DIRECTIONS: Set down exactly the lines running from the line with "for (let p = 0;" to the end of the listing below, both ends included.

DATA LISTING:

export function StimulusPanel() {
  const store = useWbStore();
  const kind = useWb((s) => s.scenario.stimulus.kind);
  return (
    <Section title="Stimulus" id="panel-stimulus">
      <Select
        id="stimulus-kind" label="Kind" value={kind}
        options={STIMULUS_KINDS.map((k) => ({ value: k, label: STIM_LABEL[k] }))}
        onChange={(v) => store.getState().edit((s) => setPath(s, "stimulus.kind", v))}
      />
      <ParamField partKey="command" spec={{ path: "stimulus.commandLow", label: "Command from", unit: "V" }} />
      <ParamField partKey="command" spec={{ path: "stimulus.commandHigh", label: "Command to", unit: "V" }} />
      <ParamField partKey="command" spec={{ path: "stimulus.commandFullScale", label: "Full-scale command", unit: "V", min: 0 }} />
      <ParamField spec={{ path: "stimulus.stepTime", label: "Step at", unit: "s", min: 0 }} />
      {kind === "command-ramp" && <ParamField spec={{ path: "stimulus.rampTime", label: "Ramp time", unit: "s" }} />}
      {kind === "supply-step" && <ParamField spec={{ path: "stimulus.supplyStep", label: "Supply step", unit: "V" }} />}
      {kind === "load-step" && <ParamField partKey="load" spec={{ path: "load.stepResistance", label: "Load-step resistor", unit: "Ω" }} />}
      <ParamField spec={{ path: "stimulus.edgeTime", label: "Edge time", unit: "s" }} />
      <ParamField spec={{ path: "stimulus.stopTime", label: "Simulated time", unit: "s" }} />
      <ParamField partKey="command" spec={{ path: "stimulus.sourceResistance", label: "Command source resistance", unit: "Ω", min: 0 }} />
    </Section>
  );
}

/** A team part's option value in the preset pickers ("team:<id>"), beside the built-in presets' names. */
const TEAM = "team:";
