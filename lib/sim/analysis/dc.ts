/** Operating point and DC sweep. */
import type { Circuit, DeviceInfo } from "../circuit";
import { SimError } from "../errors";
import type { DcSweepResult, OpResult } from "../results";
import { checkpoint } from "../checkpoint";
import { solveDc } from "./newton";

export function opResult(c: Circuit): OpResult {
  const nodes: Record<string, number> = {};
  c.userNodeNames.forEach((name, i) => { nodes[name] = c.x[i]; });
  const currents: Record<string, number> = {};
  const devices: Record<string, DeviceInfo> = {};
  for (const el of c.elements) {
    currents[el.name] = el.current(c);
    const info = el.info(c);
    if (info) devices[el.name] = info;
  }
  return { kind: "op", nodes, currents, devices };
}

export function runOp(c: Circuit): OpResult {
  c.x.fill(0);
  c.useWaves = false;
  c.time = 0;
  solveDc(c, "the operating point");
  return opResult(c);
}

export function runDcSweep(c: Circuit, source: string, from: number, to: number, points: number, onProgress?: (f: number) => void): DcSweepResult {
  const src = c.elements.find((e) => e.name === source);
  if (!src) throw new SimError("invalid", `Invalid analysis: field "source" names "${source}", which is not in the netlist`);
  const sweep = new Float64Array(points);
  const nodes: Record<string, Float64Array> = {};
  const currents: Record<string, Float64Array> = {};
  for (const n of c.userNodeNames) nodes[n] = new Float64Array(points);
  for (const el of c.elements) currents[el.name] = new Float64Array(points);
  c.x.fill(0);
  c.useWaves = false;
  c.time = 0;
  try {
    for (let p = 0; p < points; p++) {
      checkpoint(c);
      const v = points === 1 ? from : from + ((to - from) * p) / (points - 1);
      sweep[p] = v;
      src.setSweepValue(v);
      // continuation: starts from the previous point's solution
      solveDc(c, `${source} = ${v.toPrecision(6)} in the DC sweep`);
      for (let i = 0; i < c.userNodeNames.length; i++) nodes[c.userNodeNames[i]][p] = c.x[i];
      for (const el of c.elements) currents[el.name][p] = el.current(c);
      if (onProgress && (p & 15) === 0) onProgress(p / points);
    }
  } finally {
    src.setSweepValue(null);
  }
  return { kind: "dcsweep", sweep, nodes, currents };
}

ANSWER AREA:
    for (let p = 0; p < points; p++) {
      checkpoint(c);
      const v = points === 1 ? from : from + ((to - from) * p) / (points - 1);
      sweep[p] = v;
      src.setSweepValue(v);
      // continuation: starts from the previous point's solution
      solveDc(c, `${source} = ${v.toPrecision(6)} in the DC sweep`);
      for (let i = 0; i < c.userNodeNames.length; i++) nodes[c.userNodeNames[i]][p] = c.x[i];
      for (const el of c.elements) currents[el.name][p] = el.current(c);
      if (onProgress && (p & 15) === 0) onProgress(p / points);
    }
  } finally {
    src.setSweepValue(null);
  }
  return { kind: "dcsweep", sweep, nodes, currents };
}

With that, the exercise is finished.